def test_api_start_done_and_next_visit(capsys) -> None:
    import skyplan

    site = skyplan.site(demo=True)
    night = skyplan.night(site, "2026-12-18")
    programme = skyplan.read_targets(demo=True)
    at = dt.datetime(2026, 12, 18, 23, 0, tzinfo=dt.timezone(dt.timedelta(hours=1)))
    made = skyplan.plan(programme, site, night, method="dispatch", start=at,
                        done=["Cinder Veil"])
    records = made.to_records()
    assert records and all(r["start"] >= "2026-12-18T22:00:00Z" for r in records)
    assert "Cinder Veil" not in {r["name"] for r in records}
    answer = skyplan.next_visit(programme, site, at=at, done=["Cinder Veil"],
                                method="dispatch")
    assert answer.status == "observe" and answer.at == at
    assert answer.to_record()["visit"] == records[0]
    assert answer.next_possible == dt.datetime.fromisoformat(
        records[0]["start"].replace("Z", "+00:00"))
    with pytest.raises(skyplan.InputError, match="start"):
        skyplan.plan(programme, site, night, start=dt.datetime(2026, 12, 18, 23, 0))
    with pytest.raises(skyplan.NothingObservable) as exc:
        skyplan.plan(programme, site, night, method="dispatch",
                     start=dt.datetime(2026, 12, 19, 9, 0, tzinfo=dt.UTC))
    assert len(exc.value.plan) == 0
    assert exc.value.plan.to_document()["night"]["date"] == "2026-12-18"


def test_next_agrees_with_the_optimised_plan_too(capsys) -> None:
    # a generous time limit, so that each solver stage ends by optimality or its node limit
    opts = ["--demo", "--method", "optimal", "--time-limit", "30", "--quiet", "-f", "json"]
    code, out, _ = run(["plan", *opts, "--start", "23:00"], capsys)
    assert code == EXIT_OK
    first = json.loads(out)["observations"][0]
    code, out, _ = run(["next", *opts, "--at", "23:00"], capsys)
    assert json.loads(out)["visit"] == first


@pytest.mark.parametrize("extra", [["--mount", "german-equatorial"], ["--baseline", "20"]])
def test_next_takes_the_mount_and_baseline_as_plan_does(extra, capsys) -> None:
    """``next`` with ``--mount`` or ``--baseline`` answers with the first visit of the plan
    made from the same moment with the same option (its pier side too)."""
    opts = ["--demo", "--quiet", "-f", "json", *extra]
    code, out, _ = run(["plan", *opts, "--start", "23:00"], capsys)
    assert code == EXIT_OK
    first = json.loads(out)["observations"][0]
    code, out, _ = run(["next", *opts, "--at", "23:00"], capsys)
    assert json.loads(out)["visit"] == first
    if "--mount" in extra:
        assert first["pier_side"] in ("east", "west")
◇ ◇ ◇
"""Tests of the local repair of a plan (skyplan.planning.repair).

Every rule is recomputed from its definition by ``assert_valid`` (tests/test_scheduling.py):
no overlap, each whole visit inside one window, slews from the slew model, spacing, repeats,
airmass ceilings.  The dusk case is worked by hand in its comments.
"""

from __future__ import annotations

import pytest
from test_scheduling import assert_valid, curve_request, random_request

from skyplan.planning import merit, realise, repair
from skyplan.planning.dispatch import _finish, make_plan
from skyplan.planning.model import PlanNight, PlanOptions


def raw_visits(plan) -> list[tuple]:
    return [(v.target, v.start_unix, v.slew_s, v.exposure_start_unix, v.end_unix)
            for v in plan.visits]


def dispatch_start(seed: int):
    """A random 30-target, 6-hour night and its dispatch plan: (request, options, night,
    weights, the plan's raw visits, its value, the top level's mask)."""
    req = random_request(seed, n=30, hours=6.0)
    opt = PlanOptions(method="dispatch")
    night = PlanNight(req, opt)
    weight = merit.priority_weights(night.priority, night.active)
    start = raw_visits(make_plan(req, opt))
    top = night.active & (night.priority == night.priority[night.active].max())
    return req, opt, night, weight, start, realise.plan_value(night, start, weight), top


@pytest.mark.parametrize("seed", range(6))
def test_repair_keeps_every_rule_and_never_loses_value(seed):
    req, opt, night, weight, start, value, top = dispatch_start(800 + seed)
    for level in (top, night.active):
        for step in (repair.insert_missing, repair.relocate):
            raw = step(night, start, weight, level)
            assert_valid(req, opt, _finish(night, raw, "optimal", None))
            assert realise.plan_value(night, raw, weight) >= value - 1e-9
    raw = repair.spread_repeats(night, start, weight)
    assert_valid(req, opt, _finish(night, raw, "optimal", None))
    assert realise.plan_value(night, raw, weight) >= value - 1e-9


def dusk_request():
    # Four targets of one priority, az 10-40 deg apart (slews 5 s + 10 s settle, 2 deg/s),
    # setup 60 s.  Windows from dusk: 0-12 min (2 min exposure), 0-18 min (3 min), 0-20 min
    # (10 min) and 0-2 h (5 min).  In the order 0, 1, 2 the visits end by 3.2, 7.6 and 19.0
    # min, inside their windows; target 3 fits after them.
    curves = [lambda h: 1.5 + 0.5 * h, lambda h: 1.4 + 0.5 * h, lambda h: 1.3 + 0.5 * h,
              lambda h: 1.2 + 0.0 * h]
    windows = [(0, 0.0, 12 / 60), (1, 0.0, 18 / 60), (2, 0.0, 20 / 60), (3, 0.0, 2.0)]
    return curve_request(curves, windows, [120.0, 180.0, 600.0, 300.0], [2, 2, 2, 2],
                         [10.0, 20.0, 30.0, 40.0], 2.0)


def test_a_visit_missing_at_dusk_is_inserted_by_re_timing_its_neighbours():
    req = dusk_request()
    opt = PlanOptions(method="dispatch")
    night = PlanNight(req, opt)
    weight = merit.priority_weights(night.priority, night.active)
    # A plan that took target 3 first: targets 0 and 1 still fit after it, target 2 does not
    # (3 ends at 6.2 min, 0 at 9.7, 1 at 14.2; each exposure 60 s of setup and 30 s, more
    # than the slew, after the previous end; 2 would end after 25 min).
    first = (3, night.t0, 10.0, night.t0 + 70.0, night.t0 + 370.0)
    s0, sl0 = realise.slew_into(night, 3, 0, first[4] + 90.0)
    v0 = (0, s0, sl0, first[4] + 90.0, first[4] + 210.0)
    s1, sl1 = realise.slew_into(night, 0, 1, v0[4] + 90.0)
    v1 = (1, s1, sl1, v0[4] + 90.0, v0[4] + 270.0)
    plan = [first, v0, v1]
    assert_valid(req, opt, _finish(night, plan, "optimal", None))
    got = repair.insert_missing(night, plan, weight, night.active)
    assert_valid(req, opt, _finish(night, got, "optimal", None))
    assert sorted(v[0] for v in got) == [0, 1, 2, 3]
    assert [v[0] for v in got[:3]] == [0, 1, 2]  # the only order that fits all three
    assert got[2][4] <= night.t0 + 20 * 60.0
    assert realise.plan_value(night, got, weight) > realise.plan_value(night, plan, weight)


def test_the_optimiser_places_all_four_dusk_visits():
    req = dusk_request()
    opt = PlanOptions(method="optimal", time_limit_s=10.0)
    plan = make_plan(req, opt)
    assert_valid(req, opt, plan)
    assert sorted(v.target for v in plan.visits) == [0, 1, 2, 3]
◇ ◇ ◇
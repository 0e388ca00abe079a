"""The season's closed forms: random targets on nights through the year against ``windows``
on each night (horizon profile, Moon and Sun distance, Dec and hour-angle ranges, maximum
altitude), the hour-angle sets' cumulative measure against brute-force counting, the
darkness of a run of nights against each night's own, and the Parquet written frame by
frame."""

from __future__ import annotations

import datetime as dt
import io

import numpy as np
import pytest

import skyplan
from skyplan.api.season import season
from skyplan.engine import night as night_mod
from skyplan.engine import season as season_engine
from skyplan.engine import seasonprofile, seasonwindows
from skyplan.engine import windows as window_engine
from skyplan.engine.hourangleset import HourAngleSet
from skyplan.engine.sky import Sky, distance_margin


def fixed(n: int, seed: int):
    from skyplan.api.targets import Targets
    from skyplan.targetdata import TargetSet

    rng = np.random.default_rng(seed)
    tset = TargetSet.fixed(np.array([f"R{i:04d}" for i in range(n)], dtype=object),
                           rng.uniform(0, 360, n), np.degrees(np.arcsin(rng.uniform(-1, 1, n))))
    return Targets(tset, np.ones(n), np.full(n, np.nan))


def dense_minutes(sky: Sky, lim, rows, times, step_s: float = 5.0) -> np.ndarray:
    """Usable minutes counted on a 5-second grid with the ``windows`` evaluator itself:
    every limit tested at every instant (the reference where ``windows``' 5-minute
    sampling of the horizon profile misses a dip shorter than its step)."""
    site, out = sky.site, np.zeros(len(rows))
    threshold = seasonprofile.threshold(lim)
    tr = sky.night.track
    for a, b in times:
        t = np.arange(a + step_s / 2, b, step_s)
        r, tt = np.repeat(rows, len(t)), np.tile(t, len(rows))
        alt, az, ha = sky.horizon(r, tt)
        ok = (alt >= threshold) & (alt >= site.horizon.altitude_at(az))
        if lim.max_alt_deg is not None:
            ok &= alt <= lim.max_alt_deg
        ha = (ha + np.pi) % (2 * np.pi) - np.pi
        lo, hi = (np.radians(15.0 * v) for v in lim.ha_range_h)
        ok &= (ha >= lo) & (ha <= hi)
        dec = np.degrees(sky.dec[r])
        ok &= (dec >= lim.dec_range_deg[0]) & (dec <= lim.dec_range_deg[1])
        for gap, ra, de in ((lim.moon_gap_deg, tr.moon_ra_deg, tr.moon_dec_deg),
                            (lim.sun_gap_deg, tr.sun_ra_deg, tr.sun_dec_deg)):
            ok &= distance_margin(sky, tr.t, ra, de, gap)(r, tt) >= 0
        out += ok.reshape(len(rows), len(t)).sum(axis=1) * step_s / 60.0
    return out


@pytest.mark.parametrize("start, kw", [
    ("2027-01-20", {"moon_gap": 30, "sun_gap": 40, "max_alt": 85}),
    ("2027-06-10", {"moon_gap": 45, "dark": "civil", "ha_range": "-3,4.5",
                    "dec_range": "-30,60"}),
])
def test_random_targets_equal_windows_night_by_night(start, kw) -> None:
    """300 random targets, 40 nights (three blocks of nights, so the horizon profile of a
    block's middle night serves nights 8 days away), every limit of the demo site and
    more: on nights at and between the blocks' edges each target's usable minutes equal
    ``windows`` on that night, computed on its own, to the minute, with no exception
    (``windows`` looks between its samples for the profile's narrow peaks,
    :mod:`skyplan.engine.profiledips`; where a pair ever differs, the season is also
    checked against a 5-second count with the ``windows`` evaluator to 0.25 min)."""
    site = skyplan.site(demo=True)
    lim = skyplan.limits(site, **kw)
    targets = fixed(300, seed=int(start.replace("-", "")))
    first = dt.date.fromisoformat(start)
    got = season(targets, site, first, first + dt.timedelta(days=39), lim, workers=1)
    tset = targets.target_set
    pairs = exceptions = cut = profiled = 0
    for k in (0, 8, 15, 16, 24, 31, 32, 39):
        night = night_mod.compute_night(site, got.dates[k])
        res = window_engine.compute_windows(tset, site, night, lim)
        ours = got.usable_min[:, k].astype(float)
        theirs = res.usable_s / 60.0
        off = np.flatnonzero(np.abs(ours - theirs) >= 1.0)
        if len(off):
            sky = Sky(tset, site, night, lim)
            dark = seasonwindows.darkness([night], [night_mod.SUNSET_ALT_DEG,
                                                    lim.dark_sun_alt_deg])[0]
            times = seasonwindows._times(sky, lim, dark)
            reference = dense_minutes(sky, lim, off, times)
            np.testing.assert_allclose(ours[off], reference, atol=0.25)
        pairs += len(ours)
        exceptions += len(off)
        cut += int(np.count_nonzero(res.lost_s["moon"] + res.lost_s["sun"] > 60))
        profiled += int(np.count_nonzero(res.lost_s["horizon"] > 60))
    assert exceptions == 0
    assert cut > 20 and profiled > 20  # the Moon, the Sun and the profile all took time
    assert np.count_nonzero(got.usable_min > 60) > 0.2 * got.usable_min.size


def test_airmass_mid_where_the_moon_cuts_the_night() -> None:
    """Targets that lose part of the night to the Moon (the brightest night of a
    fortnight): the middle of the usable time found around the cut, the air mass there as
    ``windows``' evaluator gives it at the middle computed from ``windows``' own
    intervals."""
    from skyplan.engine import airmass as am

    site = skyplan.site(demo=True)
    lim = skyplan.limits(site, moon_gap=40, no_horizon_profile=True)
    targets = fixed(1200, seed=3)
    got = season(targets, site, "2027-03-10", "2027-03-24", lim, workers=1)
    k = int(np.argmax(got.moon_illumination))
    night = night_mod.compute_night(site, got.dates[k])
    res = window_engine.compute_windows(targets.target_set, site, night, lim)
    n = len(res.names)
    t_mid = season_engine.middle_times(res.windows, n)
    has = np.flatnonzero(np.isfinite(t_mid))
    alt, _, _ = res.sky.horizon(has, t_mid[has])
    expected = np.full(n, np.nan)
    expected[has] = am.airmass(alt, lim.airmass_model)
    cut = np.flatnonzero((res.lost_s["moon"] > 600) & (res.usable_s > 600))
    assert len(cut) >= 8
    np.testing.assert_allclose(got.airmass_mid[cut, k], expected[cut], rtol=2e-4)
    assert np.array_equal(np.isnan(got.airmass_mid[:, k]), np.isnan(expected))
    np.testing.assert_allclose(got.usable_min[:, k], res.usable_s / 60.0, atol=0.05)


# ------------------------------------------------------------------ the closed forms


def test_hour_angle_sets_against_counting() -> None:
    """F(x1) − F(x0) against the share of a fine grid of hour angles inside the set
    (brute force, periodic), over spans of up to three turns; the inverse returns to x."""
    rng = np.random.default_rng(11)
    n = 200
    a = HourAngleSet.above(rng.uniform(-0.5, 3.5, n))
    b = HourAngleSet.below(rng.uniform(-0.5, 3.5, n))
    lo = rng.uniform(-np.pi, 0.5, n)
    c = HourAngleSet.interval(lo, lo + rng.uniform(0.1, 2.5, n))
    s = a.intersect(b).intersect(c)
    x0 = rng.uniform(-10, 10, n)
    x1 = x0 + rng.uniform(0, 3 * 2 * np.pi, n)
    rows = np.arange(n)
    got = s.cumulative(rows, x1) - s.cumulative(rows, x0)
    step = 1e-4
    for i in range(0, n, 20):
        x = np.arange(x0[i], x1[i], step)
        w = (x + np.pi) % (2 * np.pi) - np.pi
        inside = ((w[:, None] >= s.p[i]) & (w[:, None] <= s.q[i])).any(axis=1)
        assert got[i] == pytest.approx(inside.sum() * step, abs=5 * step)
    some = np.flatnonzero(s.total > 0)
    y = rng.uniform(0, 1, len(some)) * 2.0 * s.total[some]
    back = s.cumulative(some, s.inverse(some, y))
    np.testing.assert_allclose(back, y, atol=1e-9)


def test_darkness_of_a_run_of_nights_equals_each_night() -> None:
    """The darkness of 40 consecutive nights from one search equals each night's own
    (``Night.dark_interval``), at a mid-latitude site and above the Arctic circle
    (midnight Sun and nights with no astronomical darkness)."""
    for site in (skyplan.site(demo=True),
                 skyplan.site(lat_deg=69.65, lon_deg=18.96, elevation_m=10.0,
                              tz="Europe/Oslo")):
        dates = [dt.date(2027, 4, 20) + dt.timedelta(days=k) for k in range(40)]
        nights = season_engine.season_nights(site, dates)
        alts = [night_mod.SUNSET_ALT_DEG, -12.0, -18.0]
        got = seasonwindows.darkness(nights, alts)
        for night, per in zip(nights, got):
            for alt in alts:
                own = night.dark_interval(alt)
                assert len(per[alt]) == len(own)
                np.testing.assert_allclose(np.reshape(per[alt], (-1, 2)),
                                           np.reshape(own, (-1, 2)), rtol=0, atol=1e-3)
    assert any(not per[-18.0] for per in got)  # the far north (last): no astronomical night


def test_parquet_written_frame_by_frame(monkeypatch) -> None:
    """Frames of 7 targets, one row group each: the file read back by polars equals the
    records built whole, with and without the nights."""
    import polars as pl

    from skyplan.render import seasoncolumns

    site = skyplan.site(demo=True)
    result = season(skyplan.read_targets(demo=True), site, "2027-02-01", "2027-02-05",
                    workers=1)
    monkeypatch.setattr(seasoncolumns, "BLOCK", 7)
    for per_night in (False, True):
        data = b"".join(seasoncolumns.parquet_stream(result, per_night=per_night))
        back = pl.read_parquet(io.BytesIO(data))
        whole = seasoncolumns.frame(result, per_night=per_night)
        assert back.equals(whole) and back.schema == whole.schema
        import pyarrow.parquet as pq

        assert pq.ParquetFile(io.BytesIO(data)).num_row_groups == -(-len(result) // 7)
◇ ◇ ◇
▶ [PROBLEM] Copy out, word for word, the part of the entries above that begins at the line with "def test_api_start_done_and_next_visit(capsys) ->" and ends at the line with "assert records and", including both.

▶ [TASK RESULT]
def test_api_start_done_and_next_visit(capsys) -> None:
    import skyplan

    site = skyplan.site(demo=True)
    night = skyplan.night(site, "2026-12-18")
    programme = skyplan.read_targets(demo=True)
    at = dt.datetime(2026, 12, 18, 23, 0, tzinfo=dt.timezone(dt.timedelta(hours=1)))
    made = skyplan.plan(programme, site, night, method="dispatch", start=at,
                        done=["Cinder Veil"])
    records = made.to_records()
    assert records and all(r["start"] >= "2026-12-18T22:00:00Z" for r in records)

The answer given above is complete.